Table of Contents Author Guidelines Submit a Manuscript
BioMed Research International
Volume 2017 (2017), Article ID 5708937, 17 pages
https://doi.org/10.1155/2017/5708937
Research Article

Towards Rehabilitation Robotics: Off-the-Shelf BCI Control of Anthropomorphic Robotic Arms

1Biomedical Electronics Robotics & Devices (BERD) Group, Lab of Medical Physics, Faculty of Medicine, School of Health Sciences, Aristotle University of Thessaloniki (AUTH), 54124 Thessaloniki, Greece
21st Department of Neurosurgery, “AHEPA” University General Hospital, Aristotle University of Thessaloniki (AUTH), 54636 Thessaloniki, Greece
3Robotics Laboratory, Computer Science Department, American College of Thessaloniki (ACT), 55535 Thessaloniki, Greece

Correspondence should be addressed to Alkinoos Athanasiou

Received 22 April 2017; Accepted 5 July 2017; Published 29 August 2017

Academic Editor: Victor H. C. de Albuquerque

Copyright © 2017 Alkinoos Athanasiou et al. This is an open access article distributed under the Creative Commons Attribution License, which permits unrestricted use, distribution, and reproduction in any medium, provided the original work is properly cited.

Abstract

Advances in neural interfaces have demonstrated remarkable results in the direction of replacing and restoring lost sensorimotor function in human patients.

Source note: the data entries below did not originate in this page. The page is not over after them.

import { describe, expect, it } from "vitest";
import {
  buildFront,
  buildLayout,
  buildShow,
  buildSong,
  fadeTo,
  off,
  on,
  pulse,
  type OutletSketch,
} from "../../tests/factories/small-show.ts";
import type { Finding } from "../engine/model.ts";
import type { WrittenCue } from "../timeline/build.ts";
import { createCheckContext } from "./context.ts";
import { findFit } from "./fit.ts";
import { checkShow, hasStop, mergeFindings } from "./index.ts";
import { continuousLimitWatts, energyKilowattHours, neededBreakerAmps, relayWearShare } from "./load-rules.ts";
import { findInrush } from "./inrush.ts";
import { findLoads, listCircuitLoads } from "./load.ts";
import { DEFAULT_RULES, tightenRules } from "./rules.ts";
import { SEVERITIES } from "./severities.ts";
import { countStreetFlashes } from "./street-flash.ts";
import { countRelayCycles, findHalfCycle, findRelayDwell, findRelayRate, findRelayWear } from "./switching.ts";

const rulesOf = (findings: readonly Finding[]) => findings.map(({ rule }) => rule);

describe("electrical sums (NEC 210.20(A), as restated in trade publications)", () => {
  it("lets lights take 1440 W of 15 A and 1920 W of 20 A at 120 V", () => {
    expect(continuousLimitWatts(120, 15)).toBeCloseTo(1440, 9);
    expect(continuousLimitWatts(120, 20)).toBeCloseTo(1920, 9);
  });
  it("meets a published table of lamps a circuit (15 A, 20 A)", () => {
    // A lamp seller's table of 0.6, 1, 2.5 and 3.7 W lamps; it rounds to the nearest lamp.
    for (const [watts, on15, on20] of [
      [0.6, 2400, 3200],
      [1, 1440, 1920],
      [2.5, 576, 768],
      [3.7, 389, 519],
    ] as const)
      expect([15, 20].map((amps) => Math.round(continuousLimitWatts(120, amps) / watts))).toEqual([on15, on20]);
  });
  it("counts whole lamps of 5 and 7 W (computed): 288 and 205 on 15 A, 384 and 274 on 20 A", () => {
    for (const [watts, on15, on20] of [
      [5, 288, 384],
      [7, 205, 274],
    ] as const)
      expect([15, 20].map((amps) => Math.floor(continuousLimitWatts(120, amps) / watts + 1e-9))).toEqual([on15, on20]);
  });
  it("adds 125 % of the continuous load to the rest: 6 A and 5 A fit 15 A, 11 A and 2 A do not", () => {
    expect(neededBreakerAmps(6, 5)).toBe(12.5);
    expect(neededBreakerAmps(11, 2)).toBe(15.75);
  });
  it("counts energy: 1440 W for 2 h on 30 nights are 86.4 kWh", () => {
    expect(energyKilowattHours(1440, 2 * 30)).toBeCloseTo(86.4, 9);
  });
  it("counts wear against the 100 000 switchings of relay datasheets: 90 a show are 16 % in a season, 360 are 65 %", () => {
    const season = { plays: 6 * 30, lifeCycles: 100_000 };
    expect(relayWearShare({ cyclesPerShow: 90, ...season })).toBeCloseTo(0.162, 3);
    expect(relayWearShare({ cyclesPerShow: 360, ...season })).toBeCloseTo(0.648, 3);
  });
});

describe("load", () => {
  const dimmers = (...watts: number[]) =>
    buildFront(...watts.map((value): OutletSketch => ({ kind: "dimmer", watts: value })));
  const check = (layout: ReturnType<typeof dimmers>, cues: readonly WrittenCue[]) =>
    createCheckContext({ timeline: buildShow(layout, cues), layout, song: buildSong() });

  it("stops four boxes of 400 W at once on 15 A: 1600 W is below the breaker and above 80 % of it", () => {
    const layout = dimmers(400, 400, 400, 400);
    const [finding] = findLoads(check(layout, [on(4, [0, 1, 2, 3], 100, 6), off(8, [0, 1, 2, 3])]));
    expect(finding).toMatchObject({
      rule: "circuit-overload",
      severity: "stop",
      measured: { value: 13.3, limit: 12, unit: "A" },
      moments: [4 * 960],
      lines: [6],
    });
    expect(finding?.sentence).toBe('The circuit "a" takes 13.3 A in bar 2. It may take 12 A.');
    expect(finding?.hint).toContain("a licensed electrician decide");
  });
  it("fits 200 lamps of 7 W on 15 A and not 206", () => {
    expect(findLoads(check(dimmers(200 * 7), [on(0, 0)]))).toEqual([]);
    expect(rulesOf(findLoads(check(dimmers(206 * 7), [on(0, 0)])))).toEqual(["circuit-overload"]);
  });
  it("lets exactly 1440 W pass", () => {
    expect(findLoads(check(dimmers(1000, 440), [on(0, [0, 1])]))).toEqual([]);
  });
  it("warns when only everything at once would be too much", () => {
    const found = findLoads(check(dimmers(400, 400, 400, 400), [on(0, [0, 1, 2]), on(8, 3, 50)]));
    expect(found.map(({ rule, severity }) => [rule, severity])).toEqual([["circuit-everything-on", "warn"]]);
  });
  it("takes the worst moment, with levels as shares and pulses on top", () => {
    const layout = dimmers(600, 600);
    const [load] = listCircuitLoads(check(layout, [on(0, 0, 50), fadeTo(4, 1, 100, 4), off(9, 1), pulse(8.5, 0, 1)]));
    // At 8.5 the second is full and the first pulses: 1200 W. Before: 300 + 600.
    expect(load?.peakAmps).toBeCloseTo(10, 6);
    expect(load?.peakTick).toBe(8.5 * 960);
    expect(load?.fullAmps).toBeCloseTo(10, 6);
  });
  it("notes many cold lamps that come on at once: filaments take about 12 times their current", () => {
    const all = [0, 1, 2, 3];
    const inrush = (cues: readonly WrittenCue[]) => findInrush(check(dimmers(200, 200, 200, 200), cues));
    // 800 W are 6.7 A; 12 times that is more than five times 15 A.
    expect(inrush([on(4, all, 100, 6)])).toMatchObject([
      {
        rule: "circuit-inrush",
        severity: "note",
        measured: { value: 80, limit: 75, unit: "A" },
        moments: [4 * 960],
        lines: [6],
      },
    ]);
    expect(inrush([on(4, all, 90)])).toEqual([]);
    expect(inrush(all.map((light) => on(4 + light / 4, light)))).toEqual([]);
    expect(inrush([fadeTo(4, all, 100, 4)])).toEqual([]);
    // Lamps that glow already are not cold.
    expect(inrush([fadeTo(0, all, 20, 4), on(8, all)])).toEqual([]);
  });
  it("keeps circuits apart", () => {
    const layout = buildFront({ kind: "dimmer", watts: 1400 }, { kind: "dimmer", watts: 1900, circuit: "b" });
    const loads = listCircuitLoads(check(layout, [on(0, [0, 1])]));
    expect(
      loads.map(({ circuit, limitAmps, peakAmps }) => [circuit.id, limitAmps, Math.round(peakAmps * 100) / 100]),
    ).toEqual([
      ["a", 12, 11.67],
      ["b", 16, 15.83],
    ]);
  });
  it("takes the mains of the layout: 2990 W of a 13 A plug at 230 V are 13 A", () => {
    const layout = {
      ...buildFront({ kind: "dimmer", watts: 2990 }),
      circuits: [{ id: "a", volts: 230, breakerAmps: 13 }],
    };
    expect(listCircuitLoads(check(layout, [on(0, 0)]))[0]?.peakAmps).toBeCloseTo(13, 9);
  });
});

describe("switching", () => {
  const layout = buildFront("relay", "solid-state", "dimmer");
  const check = (
    cues: readonly WrittenCue[],
    { tempo = 120, hertz = 60 }: { readonly tempo?: number; readonly hertz?: 50 | 60 } = {},
  ) => {
    const square = { ...layout, mains: { volts: 120, hertz } };
    return createCheckContext({ timeline: buildShow(square, cues), layout: square, song: buildSong({}, { tempo }) });
  };

  it("warns of a relay that is on or off for less than 500 ms (common practice)", () => {
    const [finding, ...more] = findRelayDwell(
      check([pulse(0, [0, 1], 0.5, undefined, 3), pulse(4, 0, 1, undefined, 4)]),
    );
    expect(finding).toMatchObject({
      rule: "relay-dwell",
      severity: "warn",
      measured: { value: 250, limit: 500, unit: "ms" },
      lights: ["front-a/roof"],
      lines: [3],
    });
    expect(more).toEqual([]);
    expect(findRelayDwell(check([on(0, 0), off(4, 0), on(4.5, 0), off(8, 0)]))[0]?.measured?.value).toBe(250);
  });
  it("lets whole beats pass at 120 a minute and not at 140", () => {
    const cues = [pulse(0, 0, 1), pulse(2, 0, 1), pulse(4, 0, 1)];
    expect(findRelayDwell(check(cues))).toEqual([]);
    expect(findRelayDwell(check(cues, { tempo: 140 }))[0]?.measured?.value).toBe(429);
  });
  it("gives the same script no such finding on a solid-state box", () => {
    expect(findRelayDwell(check([pulse(0, 1, 0.5)]))).toEqual([]);
    expect(findHalfCycle(check([pulse(0, 1, 0.5)]))).toEqual([]);
  });
  it("notes times below half a cycle of the mains on a solid-state box: 8.3 ms at 60 Hz, 10 ms at 50 Hz", () => {
    // 0.018 beats at 120 a minute are 8.85 ms with ticks rounded (17 ticks).
    const cues = [pulse(0, 1, 0.018, undefined, 2)];
    expect(findHalfCycle(check(cues))).toEqual([]);
    expect(findHalfCycle(check(cues, { hertz: 50 }))[0]).toMatchObject({
      rule: "half-cycle",
      severity: "note",
      measured: { value: 8.9, limit: 10, unit: "ms" },
      lines: [2],
    });
  });
  it("warns of a relay that comes on more often than once in two seconds for half a minute (1800 an hour, relay datasheets)", () => {
    const every = (step: number) =>
      Array.from({ length: Math.floor(32 / step) }, (_, turn) => [
        on(turn * step, 0, 100, 2),
        off((turn + 0.5) * step, 0),
      ]).flat();
    // At 60 beats a minute 32 beats are 32 seconds.
    expect(findRelayRate(check(every(2), { tempo: 60 }))).toEqual([]);
    const [finding] = findRelayRate(check(every(1), { tempo: 60 }));
    expect(finding).toMatchObject({
      rule: "relay-rate",
      measured: { value: 30, limit: 15 },
      lights: ["front-a/roof"],
      lines: [2],
    });
  });
  it("warns of a relay that a season of the show would wear out by more than half (100 000 switchings, relay datasheets)", () => {
    const long = buildFront("relay", "dimmer");
    const find = (turns: number) => {
      const cues = Array.from({ length: turns }, (_, turn) => pulse(turn, [0, 1], 0.5, undefined, 5));
      const timeline = buildShow(long, cues, { endTick: 400 * 960 });
      return findRelayWear(createCheckContext({ timeline, layout: long, song: buildSong({}, { bars: 100 }) }));
    };
    // Half of 100 000 in 180 plays: 277 times a show.
    expect(find(277)).toEqual([]);
    expect(find(360)).toMatchObject([
      {
        rule: "relay-wear",
        severity: "warn",
        measured: { value: 65, limit: 50, unit: "% of its life" },
        lights: ["front-a/roof"],
        lines: [5],
      },
    ]);
  });
  it("takes two solid-state outlets that switch half a cycle apart for one (they wait for the mains, up to 10 ms)", () => {
    const two = buildLayout([{ side: "north", outlets: ["solid-state", "solid-state"] }]);
    const blink = (later: number) =>
      Array.from({ length: 30 }, (_, beat) =>
        [0, 1].flatMap((light) => [on(beat + light * later, light), off(beat + light * later + 0.5, light)]),
      ).flat();
    const worst = (later: number) =>
      countStreetFlashes(
        createCheckContext({ timeline: buildShow(two, blink(later)), layout: two, song: buildSong() }),
      )[0]?.worst;
    // At 120 beats a minute 10 ms are 0.02 beats; a beat apart the two would be four flashes a second.
    expect(worst(0.02)).toBe(2);
    expect(worst(0.25)).toBe(4);
  });
  it("counts how often each relay comes on", () => {
    expect([...countRelayCycles(check([pulse(0, [0, 1], 1), pulse(1, 0, 1), pulse(4, 0, 1)]))]).toEqual([[0, 2]]);
  });
});

describe("fit", () => {
  const layout = buildLayout([
    { side: "north", outlets: ["dimmer"] },
    { side: "south", outlets: ["dimmer"] },
  ]);
  const fit = (cues: readonly WrittenCue[], overrides = {}, song = buildSong()) =>
    findFit(createCheckContext({ timeline: buildShow(layout, cues, overrides), layout, song }));

  it("is content with a show that fills its song", () => {
    expect(fit([on(0, [0, 1])])).toEqual([]);
  });
  it("stops a show that lights nothing, one that is not whole, and one for another length", () => {
    expect(rulesOf(fit([]))).toEqual(["nothing-lit"]);
    expect(rulesOf(fit([on(0, [0, 1])], { isComplete: false }))).toEqual(["incomplete"]);
    const [finding] = fit([on(0, [0, 1])], {}, buildSong({}, { bars: 9 }));
    expect(finding).toMatchObject({
      rule: "wrong-length",
      severity: "stop",
      sentence: "The show is made for 32 beats, but the song has 36.",
    });
  });
  it("notes a song that plays on over a dark square", () => {
    const [finding] = fit([on(0, [0, 1]), off(16, [0, 1])]);
    expect(finding).toMatchObject({
      rule: "ends-early",
      severity: "note",
      measured: { value: 50, limit: 90 },
      moments: [16 * 960],
    });
    expect(finding?.sentence).toBe("The square is dark after bar 4, but the song plays on.");
    expect(fit([on(0, [0, 1]), off(29, [0, 1])])).toEqual([]);
  });
  it("notes a long dark stretch, at the start too", () => {
    // At 60 beats a minute: 16 seconds of darkness.
    const slow = buildSong({}, { tempo: 60 });
    expect(fit([on(16, [0, 1])], {}, slow)[0]).toMatchObject({
      rule: "long-dark",
      measured: { value: 16, limit: 15, unit: "s" },
      moments: [0],
    });
    expect(fit([on(16, [0, 1])], {}, slow)[0]?.sentence).toBe("The square is dark for 16 seconds at the start.");
    expect(fit([on(0, [0, 1]), off(8, [0, 1]), on(24, [0, 1])], {}, slow)[0]?.sentence).toBe(
      "The square is dark for 16 seconds after bar 2.",
    );
    expect(fit([on(0, [0, 1]), off(8, [0, 1]), on(20, [0, 1])], {}, slow)).toEqual([]);
  });
  it("notes fronts that stay dark", () => {
    const [finding] = fit([on(0, 1)]);
    expect(finding).toMatchObject({
      rule: "dark-fronts",
      sentence: 'The front "front a" stays dark all the time.',
      lights: ["front-a/roof"],
    });
  });
});

describe("checkShow", () => {
  const layout = buildFront("relay", "dimmer", { kind: "colour" });
  it("puts stops first, then warnings, then notes", () => {
    const cues = Array.from({ length: 64 }, (_, turn) => pulse(turn / 2, [0, 1, 2], 0.5, undefined, 4)).concat(
      fadeTo(0, 1, 50, 8, 5),
      on(2, 1, 0, 6),
      on(3, 1, 20, 7),
      off(3, 1, 8),
    );
    const findings = checkShow({ timeline: buildShow(layout, cues), layout, song: buildSong() });
    expect(findings.map(({ severity, rule }) => `${severity} ${rule}`)).toEqual([
      "stop street-flash",
      "warn never-seen",
      "note fade-cut",
    ]);
    expect(hasStop(findings)).toBe(true);
  });
  it("takes stricter rules from the event", () => {
    const cues = Array.from({ length: 32 }, (_, turn) => pulse(turn, [0, 1, 2], 1));
    const input = { timeline: buildShow(layout, cues), layout, song: buildSong() };
    expect(hasStop(checkShow(input))).toBe(false);
    expect(rulesOf(checkShow({ ...input, rules: { flashesPerSecond: 1 } }))[0]).toBe("street-flash");
  });
  it("takes no looser rules for flashes and load from anybody", () => {
    const loose = {
      flashesPerSecond: 10,
      flashShare: 1,
      flashTogetherSeconds: 0,
      continuousShare: 1,
      longestDarkSeconds: 60,
    };
    expect(tightenRules(loose)).toEqual({ ...DEFAULT_RULES, longestDarkSeconds: 60 });
    expect(tightenRules({ flashesPerSecond: 2, relayDwellSeconds: 1 })).toEqual({
      ...DEFAULT_RULES,
      flashesPerSecond: 2,
      relayDwellSeconds: 1,
    });
  });
  it("refuses a timeline for another layout", () => {
    expect(() =>
      checkShow({ timeline: buildShow(layout, []), layout: buildFront("relay"), song: buildSong() }),
    ).toThrow(RangeError);
  });
  it("gives a reason for every severity", () => {
    for (const { reason } of Object.values(SEVERITIES)) expect(reason).toMatch(/^[A-Z].*\.$/);
  });
});

describe("mergeFindings", () => {
  const finding = (rule: string, severity: Finding["severity"], lines: number[]): Finding => ({
    rule,
    severity,
    sentence: rule,
    moments: lines,
    lights: [],
    lines,
  });
  it("sorts by severity and joins what is the same", () => {
    const merged = mergeFindings([
      [finding("a", "note", [3]), finding("b", "warn", [1])],
      [finding("a", "note", [2]), finding("c", "stop", [])],
    ]);
    expect(merged.map(({ rule, lines }) => [rule, ...lines])).toEqual([["c"], ["b", 1], ["a", 2, 3]]);
  });
});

Noninvasive brain-computer interfaces (BCIs) are popular due to considerable advantages including simplicity, safety, and low cost, while recent advances aim at improving past technological and neurophysiological limitations. Taking into account the neurophysiological alterations of disabled individuals, investigating brain connectivity features for implementation of BCI control holds special importance. Off-the-shelf BCI systems are based on fast, reproducible detection of mental activity and can be implemented in neurorobotic applications. Moreover, social Human-Robot Interaction (HRI) is increasingly important in rehabilitation robotics development. In this paper, we present our progress and goals towards developing off-the-shelf BCI-controlled anthropomorphic robotic arms for assistive technologies and rehabilitation applications. We account for robotics development, BCI implementation, and qualitative assessment of HRI characteristics of the system. Furthermore, we present two illustrative experimental applications of the BCI-controlled arms, a study of motor imagery modalities on healthy individuals’ BCI performance, and a pilot investigation on spinal cord injured patients’ BCI control and brain connectivity. We discuss strengths and limitations of our design and propose further steps on development and neurophysiological study, including implementation of connectivity features as BCI modality.